Он знакомится с хорошими и с дурными людьми, с тщеславными и глупыми, с тупыми и одухотворенными, но нет ни одного в этих парижских кружках и салонах, кто внушил бы ему доверие к Франции. Первый вестник приходит издалека: это Сидония, крестьянская девушка, ухаживающая за ним во время болезни. Здесь он сразу познает, как спокойна и непоколебима, как плодородна и сильна эта земля, этот чернозем, из которого все чужие, посаженные парижские цветы извлекают свою силу: он узнает народ, мощный, костистый, серьезный, французский народ, пашущий свою землю и не заботящийся о шуме ярмарки, народ, который своим гневом вызвал революции и своим вдохновением — наполеоновские войны. С этой минуты он чувствует, что должна существовать подлинная Франция, которой он не знает, и однажды в разговоре он обращается к Сильвену Кону с вопросом: «Где же тут Франция?» И тот гордо отвечает: «Франция — это мы!» Жан-Кристоф горько усмехается. Он хорошо знает, что ему долго придется ее искать, ибо они ее хорошо спрятали.
И вот — приходит встреча, являющаяся для него поворотом судьбы и познанием, он знакомится с Оливье, братом Антуанетты, подлинным французом. И как Данте, руководимый Вергилием, странствует по все новым кругам познания, он, ведомый своим «проникновенным интеллектом», с удивлением замечает, что за этой шумной завесой, за этими кричащими фасадами работают в тиши избранники. Он видит произведения поэтов, имена которых никогда не упоминаются в газетах, видит народ, множество тихих, порядочных людей, которые вдали от суеты делают свое дело, каждый для себя. Он познает новый идеализм Франции, который от поражения окреп душой. Гнев и ожесточение — его первое чувство при этом открытии. «Я не понимаю вас, — повышая голос, говорит он кроткому Оливье, — вы живете в чудеснейшей стране, прекрасно одарены, обладаете человечнейшей душой и не знаете, что со всем этим делать. Вы позволяете горсти негодяев властвовать над вами и топтать вас ногами.
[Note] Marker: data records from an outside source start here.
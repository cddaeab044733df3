"""Sparse noise: a few bright and dark spots per frame on a grid, seeded and polarity-balanced.

Caution: flashing and high-contrast patterns can trigger seizures in photosensitive people. Follow
local guidance and your local animal-care approvals when presenting these stimuli.
"""

from __future__ import annotations

import numpy as np

from ..contract import SparseNoise
from ..geometry import Grid

__all__ = ["make_sparse_noise", "BALANCE_TOLERANCE"]

#: Largest ``|times bright - times dark|`` of any pixel in a sequence from :func:`make_sparse_noise`
#: (0 when the number of frames is even).
BALANCE_TOLERANCE = 1

_REJECTION_ROUNDS = 12      # cheap redraws of a spot before the exact allowed-set draw
_MAX_RESTARTS = 60          # redraws of whole frames that got stuck before giving up
_CHUNK = 4096               # frames per block in the exact allowed-set draw (memory bound)


def make_sparse_noise(grid: Grid, duration_s: float, rate_hz: float = 20.0, spots_per_frame: int = 4,
                      min_distance_deg: float = 5.0, start_s: float = 0.0, rng=None) -> SparseNoise:
    """Seeded sparse noise: exactly ``spots_per_frame`` bright or dark spots in every frame.

    Caution: flashing and high-contrast patterns can trigger seizures in photosensitive people.
    Follow local guidance and your local animal-care approvals when presenting these stimuli.

    Parameters
    ----------
    grid : Grid
        The stimulus grid (row 0 at the top; see :class:`map2d.geometry.Grid`).
    duration_s : float
        Session length; the sequence has ``floor(duration_s * rate_hz)`` frames (at least 2).
    rate_hz : float
        Frames per second. Frame ``k`` starts at ``start_s + k / rate_hz``.
    spots_per_frame : int
        Spots in every frame (>= 1).
    min_distance_deg : float
        Any two spots of one frame are at least this far apart (Euclidean distance, in degrees,
        between the grid's pixel centres). Spots never share a pixel, even when this is 0.
    start_s : float
        Onset of the first frame.
    rng : numpy.random.Generator or int, optional
        Seed or generator. The same seed gives the same frames, byte for byte.

    Returns
    -------
    SparseNoise
        ``frames`` int8 ``(frames, ny, nx)`` with +1 bright, -1 dark, 0 background; ``times_s`` the
        nominal onsets.

    Raises
    ------
    ValueError
        Naming the argument, for a bad value, or when the grid cannot hold ``spots_per_frame`` spots
        at ``min_distance_deg`` (a greedy scan of the grid fails, or random placement fails too often).

    Notes
    -----
    Positions: in each frame the spots are placed one after another, each uniformly at random among
    the pixels far enough from the spots already placed (a frame that gets stuck is drawn again).
    How often a pixel is used is therefore random, about ``frames * spots_per_frame / (ny * nx)``.

    Polarity balance: half of the frames are drawn as above with random polarities, and each is paired
    with its polarity-inverted twin (same positions, bright <-> dark); all frames are then put in a
    random order, so a frame and its twin appear at unrelated times. Every pixel is therefore shown
    bright exactly as often as dark when the number of frames is even, and within
    ``BALANCE_TOLERANCE = 1`` when it is odd (one twin is left out).

    The work is vectorised over frames (cheap rejection draws, then an exact draw from the allowed
    set for the few frames still waiting); one hour at 60 Hz on a 32 x 32 grid takes seconds.

    Examples
    --------
    >>> g = Grid(ny=8, nx=8, dx_deg=2.0, dy_deg=2.0)
    >>> sn = make_sparse_noise(g, duration_s=10.0, rate_hz=10.0, spots_per_frame=3, rng=1)
    >>> sn.frames.shape, sn.frames.dtype.name
    ((100, 8, 8), 'int8')
    >>> bool(((sn.frames != 0).sum(axis=(1, 2)) == 3).all())
    True
    >>> int(sn.frames.sum(axis=0).max())   # bright minus dark, per pixel
    0
    """
    if not isinstance(grid, Grid):
        raise ValueError(f"grid must be a map2d.geometry.Grid, got {type(grid).__name__}")
    if not (np.isfinite(duration_s) and duration_s > 0):
        raise ValueError(f"duration_s must be positive, got {duration_s}")
    if not (np.isfinite(rate_hz) and rate_hz > 0):
        raise ValueError(f"rate_hz must be positive, got {rate_hz}")
    if int(spots_per_frame) != spots_per_frame or spots_per_frame < 1:
        raise ValueError(f"spots_per_frame must be a positive integer, got {spots_per_frame}")
    if not (np.isfinite(min_distance_deg) and min_distance_deg >= 0):
        raise ValueError(f"min_distance_deg must be >= 0, got {min_distance_deg}")
    if not np.isfinite(start_s):
        raise ValueError(f"start_s must be finite, got {start_s}")
    n_frames = int(np.floor(duration_s * rate_hz + 1e-9))
    if n_frames < 2:
        raise ValueError(f"duration_s * rate_hz gives {n_frames} frames; at least 2 are needed")
    k_spots = int(spots_per_frame)
    rng = np.random.default_rng(rng)

    xm, ym = grid.mesh_deg()
    xs, ys = xm.ravel(), ym.ravel()
    n_pix = xs.size
    if k_spots > n_pix:
        raise ValueError(f"spots_per_frame={k_spots} exceeds the {n_pix} pixels of the grid")
    # "at least min_distance apart": allow rounding error in the pixel positions
    thr2 = float(min_distance_deg) ** 2 * (1.0 - 1e-9)
    greedy = _greedy_capacity(xs, ys, thr2, k_spots)
    if greedy < k_spots:
        raise ValueError(f"spots_per_frame={k_spots} spots cannot be placed at min_distance_deg="
                         f"{min_distance_deg} on this {grid.ny} x {grid.nx} grid (a greedy scan fits "
                         f"only {greedy}); use fewer spots or a smaller min_distance_deg")

    n_base = (n_frames + 1) // 2
    spots = _place_spots(xs, ys, n_base, k_spots, thr2, rng, min_distance_deg)
    pol = (rng.integers(0, 2, size=(n_base, k_spots), dtype=np.int8) * 2 - 1).astype(np.int8)
    all_spots = np.concatenate([spots, spots])
    all_pol = np.concatenate([pol, -pol])
    order = rng.permutation(2 * n_base)[:n_frames]
    frames = np.zeros((n_frames, n_pix), dtype=np.int8)
    frames[np.arange(n_frames)[:, None], all_spots[order]] = all_pol[order]
    frames = frames.reshape(n_frames, grid.ny, grid.nx)
    times = float(start_s) + np.arange(n_frames, dtype=np.float64) / float(rate_hz)
    return SparseNoise(frames=frames, times_s=times, grid=grid)


def _greedy_capacity(xs, ys, thr2, want):
    """Spots a row-major greedy scan fits (stops at ``want``); a lower bound on the true capacity."""
    cx, cy = [], []
    for x, y in zip(xs, ys):
        if cx:
            d2 = (np.asarray(cx) - x) ** 2 + (np.asarray(cy) - y) ** 2
            if np.any(d2 < thr2):
                continue
        cx.append(x)
        cy.append(y)
        if len(cx) >= want:
            break
    return len(cx)


def _conflict(xs, ys, cand, prev, thr2):
    """True where candidate pixel ``cand[m]`` is too close to (or equal to) any of ``prev[m, :]``."""
    if prev.shape[1] == 0:
        return np.zeros(cand.shape, dtype=bool)
    d2 = (xs[prev] - xs[cand][:, None]) ** 2 + (ys[prev] - ys[cand][:, None]) ** 2
    return np.any((d2 < thr2) | (prev == cand[:, None]), axis=1)


def _draw_step(xs, ys, prev, thr2, rng):
    """One more spot for each row of ``prev``: uniform over the allowed pixels, -1 if none is left."""
    m = prev.shape[0]
    n_pix = xs.size
    cand = rng.integers(0, n_pix, size=m)
    todo = np.flatnonzero(_conflict(xs, ys, cand, prev, thr2))
    for _ in range(_REJECTION_ROUNDS):
        if todo.size == 0:
            return cand
        cand[todo] = rng.integers(0, n_pix, size=todo.size)
        todo = todo[_conflict(xs, ys, cand[todo], prev[todo], thr2)]
    # exact draw from the allowed set for the frames still waiting (crowded frames)
    for start in range(0, todo.size, _CHUNK):
        rows = todo[start:start + _CHUNK]
        p = prev[rows]                                             # (r, k)
        d2 = (xs[p][:, :, None] - xs[None, None, :]) ** 2 + (ys[p][:, :, None] - ys[None, None, :]) ** 2
        allowed = ~np.any(d2 < thr2, axis=1)                       # (r, n_pix)
        allowed[np.arange(rows.size)[:, None], p] = False
        keys = rng.random((rows.size, n_pix))
        keys[~allowed] = -1.0
        pick = np.argmax(keys, axis=1)
        pick[~allowed.any(axis=1)] = -1
        cand[rows] = pick
    return cand


def _place_spots(xs, ys, n, k_spots, thr2, rng, min_distance_deg):
    """``(n, k_spots)`` flat pixel indices; spots of a row at least the minimum distance apart."""
    out = np.empty((n, k_spots), dtype=np.int64)
    pending = np.arange(n)
    for _ in range(_MAX_RESTARTS):
        if pending.size == 0:
            return out
        s = np.empty((pending.size, k_spots), dtype=np.int64)
        alive = np.arange(pending.size)
        for k in range(k_spots):
            pick = _draw_step(xs, ys, s[alive, :k], thr2, rng)
            s[alive, k] = pick
            alive = alive[pick >= 0]
        out[pending[alive]] = s[alive]
        done = np.zeros(pending.size, dtype=bool)
        done[alive] = True
        pending = pending[~done]
    if pending.size:
        raise ValueError(f"spots_per_frame={k_spots} spots at min_distance_deg={min_distance_deg} fit this "
                         f"grid too rarely for random placement; use fewer spots or a smaller min_distance_deg")
    return out
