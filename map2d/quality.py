"""Map quality you can rank cells by: split-half reliability and cross-validated prediction.

Both statistics rest on one pass over the sparse-noise session that keeps, for each of ``2 m``
consecutive blocks of time (default 16) and each lag, the sums of the centred response over the
frames after a bright and after a dark spot at every pixel, and the number of such frames
(:func:`block_sums`). A pair (stimulus frame ``t``, response frame ``t + l``) belongs to the block of its
*response* frame, so a map made from some blocks used only those blocks' responses. Maps of any set of
blocks are then sums and ratios, with no second pass over the data.

- :func:`map_reliability`: correlation between the space-time maps (all pixels and lags) of the even
  and the odd blocks (interleaved halves, so slow drifts of the cell's state fall into both), corrected
  to the whole session's length with the Spearman-Brown formula ``2 r / (1 + r)`` (Spearman 1910;
  Brown 1910), with a 95 % interval from a jackknife over the ``m`` pairs of neighbouring blocks on
  Fisher's ``z = atanh r`` (Efron & Tibshirani 1993, chapter 11). The map is the linear map (ON - OFF)
  or, for cells whose map is ON + OFF (coextensive ON and OFF regions), ON + OFF. For a cell with no
  receptive field the two halves are independent noise: ``r`` is centred on 0.
- :func:`prediction_r`: a linear-nonlinear model (Chichilnisky 2001) fitted on all blocks but one
  fold, tested on the held-out fold: the generator signal of a frame is the sum, over lags and over
  the spots shown ``l`` frames earlier, of the ON map (bright spot) or the OFF map (dark spot) at that
  pixel and lag (the first-order model of a sparse design: linear in the spot indicators, so it covers
  cells with coextensive ON and OFF regions too); the static nonlinearity is the mean response in
  deciles of the training generator, interpolated linearly. ``prediction_r`` is Pearson's correlation
  between the held-out predictions of all folds and the measured frame responses. It is bounded by
  the response's own trial-to-trial noise (Poisson spiking in 50-ms frames keeps it well below 1 even
  for a perfect model), so it ranks cells of one session; compare sessions with care.

  The deciles are taken over a fixed, evenly spaced sample of the session's frames (at most
  :data:`FIT_FRAMES`; each fold uses the sampled frames outside it), not over every training frame: a
  decile mean of a few thousand frames is as precise as the model needs, and the generator is then
  computed for the held-out frames and this sample only. On the 1-hour, 500-cell benchmark session
  (216 000 frames) this moved ``prediction_r`` by a median 0.0003 (95 % of cells under 0.0022, the
  largest 0.0067; no bias: mean -0.00004) against the deciles of every training frame, while its own
  standard error (the spread of the statistic over the 16 blocks of frames, over 4) is a median 0.0031:
  a median 0.09 of it, 0.6 of it at the 95th percentile. Sessions with fewer frames than the sample
  use every training frame (the values of the full fit, to float32 rounding).

How it is computed, and its memory: cells are taken in chunks of :data:`CELL_CHUNK`; for each chunk
the centred responses are built block by block of frames (from the spike list, never a frames x cells
matrix), the block sums are one float32 sparse product per lag and block of frames, and the held-out
generator is again one product per lag and block. Held in memory beyond the loaded session: the
sparse stimulus matrix, the chunk's block sums (``n_blocks x lags x 2 pixels x CELL_CHUNK`` float32,
109 MB for 13 lags on 32 x 32) and the reliability's work maps (a few ``lags x pixels x CELL_CHUNK``),
the nonlinearity's frame sample (``FIT_FRAMES x CELL_CHUNK``) and blocks of 16 384 frames: none of
it grows with the number of cells, and only the stimulus matrix with the session's length. Traces
are read from their per-frame means (cells x frames, the size of the traces themselves). The sums and
the held-out generator accumulate in place with scipy's compiled sparse kernels (the public sparse
products when those are not importable).

References
----------
Spearman C (1910) Correlation calculated from faulty data. Br J Psychol 3:271-295.
Brown W (1910) Some experimental results in the correlation of mental abilities. Br J Psychol 3:296-322.
Efron B, Tibshirani RJ (1993) An Introduction to the Bootstrap. Chapman & Hall (the jackknife, ch. 11).
Chichilnisky EJ (2001) A simple white noise analysis of neuronal light responses. Network 12:199-213.
"""

from __future__ import annotations

from dataclasses import dataclass

import numpy as np
from scipy import special

from .contract import SparseNoise

__all__ = ["BlockSums", "block_sums", "lag_design", "map_reliability", "prediction_r", "spearman_brown",
           "map_quality", "QUALITY_COLUMNS", "FIT_FRAMES", "CELL_CHUNK"]

#: Columns :func:`map_quality` adds to ``cells.csv``.
QUALITY_COLUMNS = ("map_reliability", "map_reliability_ci_low", "map_reliability_ci_high", "prediction_r")

#: Cells per pass (bounds the memory of the per-block sums).
CELL_CHUNK = 64
#: Frames (evenly spaced over the session) whose generator and response fit the decile nonlinearity.
FIT_FRAMES = 24576
_ROW_CHUNK = 16384         # response frames per streamed block
_SUB_ROWS = 2048           # frames per step of the elementwise work (kept in cache)
_N_BINS = 10               # deciles
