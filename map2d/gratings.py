"""Grating responses: flashed sequences (subspace reverse correlation) and drifting-grating trials.

Flashed gratings
----------------
A flashed sequence shows one static grating per frame (``tf_hz = 0``), in random order over
orientation x spatial frequency (SF) x phase, with blank frames (``contrast = 0``) among them. The
mean response to each condition in the frame ``lag`` frames later, minus the mean response after a
blank at the same lag, is the subspace reverse-correlation kernel (Ringach, Sapiro & Shapley 1997;
Ringach, Hawken & Shapley 1997). Its first harmonic over phase is a complex response per
(orientation, SF) in the convention of :mod:`map2d.geometry`:

    ``H = (2 / P) sum_p r(phi_p) exp(-i phi_p) / contrast``,

with ``phi`` measured from the table's phase origin, so that a linear cell with spatial kernel ``k``
gives ``H = gain * sum k(x, y) exp(+i 2 pi (kx (x - xc) + ky (y - yc))) dA``. (When the phases shown
are not equally spaced the harmonic is the least-squares fit of ``a0 + Re(H c exp(i phi))``, which
equals the sum above for equally spaced phases.) The mean over phase is the phase-invariant part.

Static gratings at ``ori`` and ``ori + 180`` are the same pattern with the phase negated
(``cos(2 pi sf u(ori + 180) + phi) = cos(2 pi sf u(ori) - phi)``), so orientations are folded into
``[0, 180)`` with the phase flipped; ``H(-k) = conj(H(k))`` gives the other half of the (kx, ky) plane.

Drifting gratings
-----------------
Each drifting trial (``tf_hz != 0``, ``contrast != 0``) gives the mean response above spontaneous
(F0) and the complex first harmonic at the temporal frequency (F1), measured from the exact trial
onset over a whole number of cycles: the analysis window is ``floor(duration * tf) / tf`` seconds
from the onset (the full trial when it is shorter than one cycle). For spikes
``F1 = (2 / T) sum_spikes exp(-i 2 pi tf (t - onset))``; for traces ``F1 = a - i b`` from the
least-squares fit of ``a0 + a cos(theta) + b sin(theta)``, ``theta = 2 pi tf (t - onset)``, to the
samples inside the window (exact for any sampling). A rate ``r(t) = r0 + |F1| cos(theta + arg F1)``
gives back ``F1``. When the indicator's decay ``tau`` is known or estimated, the fit also carries the
indicator's transient (its rise at the onset and the tail of earlier responses) and undoes its
low-pass, so that F0 and F1 are those of the drive (see ``_trace_f1``); spontaneous windows likewise. A negative ``tf_hz`` is a grating moving toward ``ori + 180`` with the phase negated,
and is folded so.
Поднимитесь же, соединитесь, выметите свой дом!» Первая, самая естественная мысль немца — организация, соединение хороших элементов, первая мысль сильного — борьба. Но как раз лучшие люди Франции упорно остаются в стороне: их отпугивает от борьбы, с одной стороны, какая-то таинственная ясность, с другой — легкое смирение, та капля пессимизма в разуме, которая ярче всего выражена Ренаном. Они не хотят действовать, и самое трудное — побудить их действовать сообща: «они слишком умны, они видят реакцию еще до борьбы», они не обладают немецким оптимизмом и поэтому остаются изолированными и одинокими, одни из осторожности, другие из гордости. В них есть какой-то «дух домоседства», и Жан-Кристоф видит это лучше всего в собственном доме. На каждом этаже живут порядочные люди, которые могли бы великолепно понять друг друга, но они замыкаются в себе. Двадцать лет ходят они по одним и тем же лестницам, не знакомясь, не интересуясь друг другом, и таким образом лучшие из художников ничего не знают друг о друге.
И вдруг Жан-Кристоф постигает преимущества и опасность основной мысли французского народа: мысли о свободе. Каждый хочет быть свободным, никто не хочет себя связывать. Французы тратят неслыханное количество сил, неся на своих плечах, каждый в одиночку, всю тяжесть борьбы своей эпохи, они не дают себя организовать, не дают себя объединить. Если их деятельность парализуется разумом, она все же остается свободной в их сознании, и таким образом они сохраняют, с одной стороны, способность пронизывать все революционное религиозным пылом одиночества, с другой стороны, постоянно революционно обновлять свою веру. В этой последовательности — их спасение, она охраняет их от порядка, который сделал бы их неподвижными, от механизации, которая их обезличила бы. Жан-Кристоф постигает, что шумный ярмарочный балаган существует лишь для того, чтобы привлекать равнодушных, а действительно деятельных оставлять в их творческом одиночестве. Он видит, что этот шум является потребностью французского темперамента, вдохновляет к работе, что кажущаяся непоследовательность мыслей — ритмическая форма постоянного обновления. Его первое впечатление, как у многих немцев, было таково, что французы — нация сложившаяся. Двадцать лет спустя он убеждается, что не ошибся: они действительно сложились, но лишь для того, чтобы начать все сызнова, и в их духе, как будто полном противоречий, господствует какой-то таинственный порядок, иной, чем в немцах, и другая свобода. И гражданин мира, который не хочет навязывать ни одной нации отпечаток своей собственной, смотрит с веселой улыбкой на вечную несхожесть рас, из которых составляется, словно из семи красок спектра, свет мира, чудесное многообразие великой общины, совокупности всего человечества.